Pittsburgh City Paper

Make your own festival fare at home with hot oil and skewers

Maggie Weaver Jun 24, 2020 6:00 AM
CP Photo: Maggie Weaver
At-home attempt at chicken-on-a-stick
This year, with fairs and festivals canceled around the city, bring the fairgrounds to your backyard by making your favorite overpriced, fried, and delicious treats at home.

CP illustration: Abbie Adams
Most of these are easy to recreate outside of a fair, as long as you have lots of oil on hand and a container to fry in. And with a vat of hot oil in mind, I opted out of frying for my first fair-food-at-home experiment, turning to chicken-on-a-stick instead.

This skewered, saucy chicken shows up at almost every festival and outdoor event in the summer, and for good reason. It’s a simple, delicious dish that walks well through crowds of people.


The chicken was, quite possibly, one of the easiest recipes I’ve ever made. The ingredient list was short: chicken cut into strips, skewers, teriyaki sauce, and honey mustard for dipping. Prep involved slicing the chicken thin and marinating it for about an hour, then stabbing the meat with a skewer and tossing it on a grill.

(Now, I did take an even easier route and bought pre-made teriyaki sauce; if you really wanted to get fancy, I encourage you to make the sauce from scratch.)
CP Photo: Maggie Weaver
At-home attempt at funnel cakes
After a few minutes on the grill, the skewers were nicely charred and ready to eat. It tasted as I remember: a great mix of sweet and savory, especially when dipped in the tangy honey mustard. One benefit of eating them at home was that I didn’t have to dodge oblivious fair-goers and could pair them with a healthy mix of veggies.

CP illustration: Abbie Adams
But it wouldn’t be a summer at the fair without something fried, so I braved hot oil for funnel cakes, a decadent fried dough brought to us by the Pennsylvania Dutch. Mixing the batter — a combination of egg, flour, sugar, vanilla, and milk — was simple enough, but as I started to fry, things got dicey.

I do not own a funnel, and instead, used a ladle to try and imitate the squiggly pattern of a typical funnel cake. This did not work well, and the cakes turned out sad and flat, not puffy.

Frying in hot oil is not something I like to do often, and these cakes only reinforced why. Drizzling the batter in my substitute for a fryer, a cast iron pan, led to an interesting game of dodging hot oil as it spat and splattered.

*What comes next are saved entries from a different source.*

using System.Text;
using CouplingWatch.Ndjson;
using CouplingWatch.Records;

namespace CouplingWatch.StreamTests.Ndjson;

public sealed class RecordReaderTests
{
    private const string OpenLine =
        """{"kind":"open","seq":0,"format":1,"instance":"6f1c","at":"2026-12-01T08:00:00Z","campaign":"north-lock","title":"Leaf 80 mm, case 3","scheme":"serial","stepping":"transient","solvers":[{"name":"water","noise":1e-8,"cost":0.9},{"name":"leaf"}],"fields":[{"name":"deflection","unit":"m","size":120,"role":"unknown","from":"leaf","group":"gate","weight":1,"norm":"euclidean","relativeTo":"output","relative":1e-6,"absolute":1e-10}],"settings":{"method":"iqn-ils","relaxation":0.1,"historySteps":4,"filterRule":"own-norm","filterThreshold":1e-4,"iterationCap":40,"predictorOrder":1,"own":{}},"adjustable":{"relaxation":[0.01,1],"filterRule":["own-norm","pivot-ratio"],"filterThreshold":[1e-12,0.1],"historySteps":[0,40],"commands":["dropHistory","stop"]},"timeStep":0.01,"endTime":4.0,"allocationEndsAt":"2026-12-02T08:00:00Z","nodes":2,"beatSeconds":60,"continues":{"run":"leaf80-1","step":400,"basis":"kept"},"provenance":{"code":"x","mesh":"sha256:y"},"labels":{"thickness_mm":"80"}}""";

    private static RecordResult Read(string line, StreamShape? shape = null) => new RecordReader { Shape = shape }.Read(Encoding.UTF8.GetBytes(line), 1);

    [Fact]
    public void The_open_record_of_the_format_is_read_whole()
    {
        var open = Assert.IsType<OpenRecord>(Read(OpenLine).Record);
        Assert.Equal("Leaf 80 mm, case 3", open.Title);
        Assert.Equal(1e-8, open.Solvers[0].Noise);
        Assert.Equal(("gate", 120, 1e-6), (open.Fields[0].Group, open.Fields[0].Size, open.Fields[0].Relative!.Value));
        Assert.Equal((CouplingMethod.IqnIls, FilterRule.OwnNorm, 1e-4), (open.Settings.Method!.Value, open.Settings.FilterRule!.Value, open.Settings.FilterThreshold!.Value));
        Assert.Equal(new NumberRange(1e-12, 0.1), open.Adjustable.Ranges["filterThreshold"]);
        Assert.Equal(["dropHistory", "stop"], open.Adjustable.Commands);
        Assert.Equal(new Continuation("leaf80-1", 400, "kept"), open.Continues);
        Assert.Equal("80", open.Labels["thickness_mm"]);
    }

    [Fact]
    public void An_iteration_is_read_with_its_basis_its_places_and_its_vectors()
    {
        var vector = Convert.ToBase64String([.. BitConverter.GetBytes(1.0), .. BitConverter.GetBytes(-2.5)]);
        var record = Assert.IsType<IterationRecord>(Read($$$"""{"kind":"iteration","seq":41,"at":"2026-12-01T08:03:11.250Z","step":6,"iteration":2,"time":0.07,"timeStep":0.01,"residuals":{"deflection":3.12345678e-7},"targets":{"deflection":2.2e-8},"met":{"deflection":false},"worst":{"deflection":{"index":112,"value":2.9e-7,"at":[0,11.2,0]}},"vectors":{"residual":"{{{vector}}}","output":"{{{vector.Replace("/", "\\/", StringComparison.Ordinal)}}}"},"basis":{"columns":[[6,1,0],[6,0]],"left":[[5,2,1]],"r":[1,2,3],"coefficients":[4,5]},"surrogate":{"iterations":7,"seconds":0.4,"covered":0.93}}""").Record);
        Assert.Equal((41L, 6, 2), (record.Seq, record.Step, record.Iteration));
        Assert.True(record.Residuals.TryGet("deflection", out var norm));
        Assert.Equal(3.12345678e-7, norm);
        Assert.Equal(0, record.Met![0].Value);
        Assert.Equal([1.0, -2.5], record.Vectors!.Residual);
        Assert.Equal([1.0, -2.5], record.Vectors.Output);
        Assert.Equal([new ColumnBirth(6, 1), new ColumnBirth(6, 0)], record.Basis!.Columns);
        Assert.Equal([new ColumnBirth(5, 2, 1)], record.Basis.Left);
        Assert.Equal((112, 11.2), (record.Worst[0].Index, record.Worst[0].At![1]));
        Assert.Equal(0.93, record.Surrogate!.Covered);
    }

    [Theory]
    [InlineData("NaN", double.NaN)]
    [InlineData("nan", double.NaN)]
    [InlineData("-nan", double.NaN)]
    [InlineData("inf", double.PositiveInfinity)]
    [InlineData("+inf", double.PositiveInfinity)]
    [InlineData("-inf", double.NegativeInfinity)]
    [InlineData("Infinity", double.PositiveInfinity)]
    [InlineData("-Infinity", double.NegativeInfinity)]
    [InlineData("INF", double.PositiveInfinity)]
    [InlineData("\"NaN\"", double.NaN)]
    [InlineData("\"Infinity\"", double.PositiveInfinity)]
    [InlineData("\"-Infinity\"", double.NegativeInfinity)]
    [InlineData("1e999", double.PositiveInfinity)]
    public void Bare_tokens_and_strings_that_mean_no_number_are_taken_for_what_they_mean(string token, double expected)
    {
        var reader = new RecordReader();
        foreach (var _ in (int[])[1, 2])
        {
            var line = $$$"""{"kind":"iteration","seq":1,"step":0,"iteration":0,"residuals":{"nan \"inf\" \\":1.5,"inf":{{{token}}}},"time":{{{token}}} }""";
            var record = Assert.IsType<IterationRecord>(reader.Read(Encoding.UTF8.GetBytes(line)).Record);
            Assert.Equal(["nan \"inf\" \\", "inf"], record.Residuals.Names.ToArray());
            Assert.Equal(expected, record.Residuals.Values[1]);
            Assert.Equal(expected, record.Time);
        }
    }

    [Theory]
    [InlineData("""{"kind":"iteration","seq":1,"step":-1,"iteration":0,"residuals":{"a":1}}""", "step", ProblemCodes.OutOfRange)]
    [InlineData("""{"kind":"iteration","seq":1,"step":0,"iteration":1.5,"residuals":{"a":1}}""", "iteration", ProblemCodes.WrongType)]
    [InlineData("""{"kind":"iteration","seq":1,"step":0,"iteration":0,"residuals":{"a":"big"}}""", "residuals.a", ProblemCodes.WrongType)]
    [InlineData("""{"kind":"iteration","seq":1,"step":0,"iteration":0,"residuals":{"a":-1}}""", "residuals.a", ProblemCodes.OutOfRange)]
    [InlineData("""{"kind":"iteration","seq":1,"step":0,"iteration":0,"residuals":{"a":1,"a":2}}""", "residuals.a", ProblemCodes.Duplicate)]
    [InlineData("""{"kind":"iteration","seq":1,"step":0,"iteration":0,"residuals":{}}""", null, ProblemCodes.OutOfRange)]
    [InlineData("""{"kind":"iteration","seq":1,"step":0,"residuals":{"a":1}}""", "iteration", ProblemCodes.MissingMember)]
    [InlineData("""{"kind":"iteration","step":0,"iteration":0,"residuals":{"a":1}}""", "seq", ProblemCodes.MissingMember)]
    [InlineData("""{"kind":"iteration","seq":-3,"step":0,"iteration":0,"residuals":{"a":1}}""", "seq", ProblemCodes.OutOfRange)]
    [InlineData("""{"kind":"iteration","seq":1,"at":"2026-12-01T08:00:00","step":0,"iteration":0,"residuals":{"a":1}}""", "at", ProblemCodes.OutOfRange)]
    [InlineData("""{"kind":"iteration","seq":1,"step":0,"iteration":0,"residuals":{"a":1},"basis":{"columns":[[0,0],[0,1]],"r":[1,2]}}""", "basis", ProblemCodes.WrongLength)]
    [InlineData("""{"kind":"iteration","seq":1,"step":0,"iteration":0,"residuals":{"a":1},"basis":{"columns":[[0,0],[0]]}}""", "basis.columns[1]", ProblemCodes.WrongLength)]
    [InlineData("""{"kind":"iteration","seq":1,"step":0,"iteration":0,"residuals":{"a":1},"basis":{"columns":[[0,0]],"coefficients":[1,2]}}""", "basis", ProblemCodes.WrongLength)]
    [InlineData("""{"kind":"iteration","seq":1,"step":0,"iteration":0,"residuals":{"a":1},"vectors":{"residual":"AAAA","output":"AAAA"}}""", "vectors.residual", ProblemCodes.WrongLength)]
    [InlineData("""{"kind":"iteration","seq":1,"step":0,"iteration":0,"residuals":{"a":1},"vectors":{"residual":"AAAAAAAA8D8=","output":"%AAAAAAA8D8="}}""", "vectors.output", ProblemCodes.BadBase64)]
    [InlineData("""{"kind":"iteration","seq":1,"step":0,"iteration":0,"residuals":{"a":1},"vectors":{"residual":"AAAAAAAA8D8="}}""", "vectors.output", ProblemCodes.MissingMember)]
    [InlineData("""{"kind":"iteration","seq":1,"step":0,"iteration":0,"residuals":{"a":1},"vectors":{"residual":"AAAAAAAA8D8=","output":""}}""", "vectors", ProblemCodes.WrongLength)]
    [InlineData("""{"kind":"iteration","seq":1,"step":0,"iteration":0,"residuals":{"a":1},"sketch":{"rows":12,"seed":1}}""", "sketch.rows", ProblemCodes.OutOfRange)]
    [InlineData("""{"kind":"iteration","seq":1,"step":0,"iteration":0,"residuals":{"a":1},"sketch":{"rows":8,"seed":9007199254740992}}""", "sketch.seed", ProblemCodes.OutOfRange)]
    [InlineData("""{"kind":"step","seq":2,"step":0,"outcome":"fine"}""", "outcome", ProblemCodes.UnknownValue)]
    [InlineData("""{"kind":"open","seq":0,"format":2,"fields":[{"name":"a"}]}""", "format", ProblemCodes.UnsupportedFormat)]
    [InlineData("""{"kind":"open","seq":4,"format":1,"fields":[{"name":"a"}]}""", "seq", ProblemCodes.OutOfRange)]
    [InlineData("""{"kind":"open","seq":0,"format":1,"fields":[{"name":"a"},{"size":3}]}""", "fields[1].name", ProblemCodes.MissingMember)]
    [InlineData("""{"kind":"open","seq":0,"format":1,"fields":[{"name":"a"},{"name":"b","size":0}]}""", "fields[1].size", ProblemCodes.OutOfRange)]
    [InlineData("""{"kind":"open","seq":0,"format":1,"fields":[{"name":"a"},{"name":"a"}]}""", "fields[1]", ProblemCodes.Duplicate)]
    [InlineData("""{"kind":"open","seq":0,"format":1,"fields":[{"name":"a"}],"settings":{"method":"magic"}}""", "settings.method", ProblemCodes.UnknownValue)]
    [InlineData("""{"kind":"open","seq":0,"format":1,"fields":[{"name":"a"}],"settings":{"own":{"a":{"b":1,"b":2}}}}""", "settings.own", ProblemCodes.Duplicate)]
    [InlineData("""{"kind":"open","seq":0,"format":1,"fields":[{"name":"a"}],"adjustable":{"relaxation":[1,0.1]}}""", "adjustable.relaxation", ProblemCodes.OutOfRange)]
    [InlineData("""{"kind":"open","seq":0,"format":1,"fields":[]}""", "fields", ProblemCodes.WrongLength)]
    [InlineData("""{"kind":"weather","seq":5,"must":true}""", null, ProblemCodes.MustUnderstand)]
    [InlineData("""{"seq":5}""", "kind", ProblemCodes.MissingMember)]
    [InlineData("""{"kind":5}""", "kind", ProblemCodes.WrongType)]
    [InlineData("""[1,2]""", null, ProblemCodes.WrongType)]
    [InlineData("""{"kind":"remark","seq":5""", "seq", ProblemCodes.Malformed)]
    [InlineData("""{"kind":"remark","seq":5} x""", null, ProblemCodes.Malformed)]
    [InlineData("""{"kind":"remark","seq":5,"text":"\ud800"}""", "text", ProblemCodes.Malformed)]
    public void What_is_wrong_is_named_with_its_member_and_what_was_expected(string line, string? member, string code)
    {
        var problem = Read(line).Problem;
        Assert.NotNull(problem);
        Assert.Equal((code, member), (problem.Code, problem.Member));
        Assert.StartsWith("line 1", problem.Sentence, StringComparison.Ordinal);
    }

    [Fact]
    public void Nesting_deeper_than_a_record_may_be_is_a_problem_of_its_own()
    {
        foreach (var depth in (int[])[40, 5000])
        {
            var deep = new string('[', depth) + new string(']', depth);
            Assert.Equal(ProblemCodes.TooDeep, Read($$$"""{"kind":"remark","seq":5,"extra":{{{deep}}}}""").Problem?.Code);
            Assert.Equal(ProblemCodes.TooDeep, Read($$$"""{"extra":{{{deep}}},"kind":"remark","seq":5}""").Problem?.Code);
            Assert.Equal(ProblemCodes.TooDeep, Read($$$"""{"kind":"open","seq":0,"format":1,"fields":[{"name":"a"}],"settings":{"own":{"a":{{{deep}}} } } }""").Problem?.Code);
        }
    }

    [Fact]
    public void Unknown_members_kinds_blank_lines_byte_order_marks_and_line_ends_are_tolerated()
    {
        Assert.IsType<RemarkRecord>(Read("\uFEFF{\"text\":\"x\",\"ünit\":{\"a\":[1,{}]},\"seq\":5,\"kind\":\"remark\"}\r\n").Record);
        Assert.Equal(new UnknownRecord("weather") { Seq = 5 }, Read("""{"kind":"weather","seq":5,"wind":{"kind":"x"}}""").Record);
        Assert.True(Read(" \t\r\n").IsBlank);
        Assert.Equal(-1, Read("""{"kind":"beat","in":"water","insideSeconds":2460}""").Record!.Seq);
        Assert.Equal(11, Read("""{"kind":"beat","seq":11}""").Record!.Seq);
    }

    [Fact]
    public void Vector_lengths_are_held_against_the_declared_sizes_and_against_the_first_vector()
    {
        var reader = new RecordReader();
        string Iteration(int n, string extra = "") => $$$"""{"kind":"iteration","seq":1,"step":0,"iteration":0,"residuals":{"a":1},"vectors":{"residual":"{{{Base64(n)}}}","output":"{{{Base64(n)}}}"}{{{extra}}}}""";
        RecordResult Next(string line) => reader.Read(Encoding.UTF8.GetBytes(line), 7);
        Assert.NotNull(Next("""{"kind":"open","seq":0,"format":1,"fields":[{"name":"a","size":3},{"name":"b","size":2},{"name":"c","size":9,"role":"checked"}]}""").Record);
        Assert.Equal(5, reader.Shape!.VectorLength());
        Assert.NotNull(Next(Iteration(5)).Record);
        Assert.Equal((ProblemCodes.WrongLength, "vectors.residual", "4 values"), (Next(Iteration(4)).Problem!.Code, Next(Iteration(4)).Problem!.Member, Next(Iteration(4)).Problem!.Found));
        Assert.NotNull(Next("""{"kind":"resize","seq":2,"fields":[{"name":"a","size":3},{"name":"b"}],"basis":"cleared","reordered":false}""").Record);
        Assert.Null(reader.Shape.VectorLength());
        Assert.Equal(ProblemCodes.WrongLength, Next(Iteration(3)).Problem!.Code);
        Assert.NotNull(Next(Iteration(7)).Record);
        Assert.Equal(7, reader.Shape.VectorLength());
        Assert.Equal(ProblemCodes.WrongLength, Next(Iteration(8)).Problem!.Code);
    }

    [Fact]
    public void Groups_have_lengths_of_their_own_and_a_sketch_keeps_its_rows_and_seed()
    {
        var reader = new RecordReader();
        RecordResult Next(string line) => reader.Read(Encoding.UTF8.GetBytes(line));
        string Grouped(string gate) => $$$"""{"kind":"iteration","seq":1,"step":0,"iteration":0,"residuals":{"a":1},"groups":{"gate":{{{gate}}}}}""";
        string Sketch(int rows, int seed) => $$$"""{"sketch":{"rows":{{{rows}}},"seed":{{{seed}}},"residual":"{{{Base64(rows)}}}","output":"{{{Base64(rows)}}}"}}""";
        Assert.NotNull(Next("""{"kind":"open","seq":0,"format":1,"fields":[{"name":"a","size":3,"group":"gate"},{"name":"b","size":2,"group":"valve"}]}""").Record);
        Assert.NotNull(Next(Grouped($$$"""{"vectors":{"residual":"{{{Base64(3)}}}","output":"{{{Base64(3)}}}"}}""")).Record);
        Assert.Equal("groups.gate.vectors.residual", Next(Grouped($$$"""{"vectors":{"residual":"{{{Base64(5)}}}","output":"{{{Base64(5)}}}"}}""")).Problem!.Member);
        Assert.NotNull(Next(Grouped(Sketch(16, 7))).Record);
        Assert.NotNull(Next(Grouped(Sketch(16, 7))).Record);
        Assert.Equal(ProblemCodes.SketchChanged, Next(Grouped(Sketch(16, 8))).Problem!.Code);
        Assert.Equal(ProblemCodes.SketchChanged, Next(Grouped(Sketch(24, 7))).Problem!.Code);
    }

    [Fact]
    public void Names_are_built_once_a_stream_and_shared()
    {
        var reader = new RecordReader();
        IterationRecord Next() => (IterationRecord)reader.Read("""{"kind":"iteration","seq":1,"step":0,"iteration":0,"residuals":{"deflection":1,"wall":2},"magnitudes":{"deflection":1,"wall":2}}"""u8).Record!;
        var first = Next();
        var second = Next();
        Assert.Same(first.Residuals.Names[0], second.Magnitudes!.Names[0]);
        Assert.True(first.Residuals.Names == second.Magnitudes.Names, "records of one shape share the array of names");
    }

    private static string Base64(int length) => Convert.ToBase64String(new byte[8 * length]);
}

But once I got past the initial drop, the cakes fried pretty well. The flatter part was too doughy, but the edges — the only part that actually got golden brown — were crispy and to my surprise, had the sweet, pancake-like taste of a typical funnel cake. After dusting the cakes with powdered sugar, I ate them sitting in the grass in the heat of the sun, attempting to recreate the feeling of sweaty, people-packed days at the Three Rivers Arts Festival.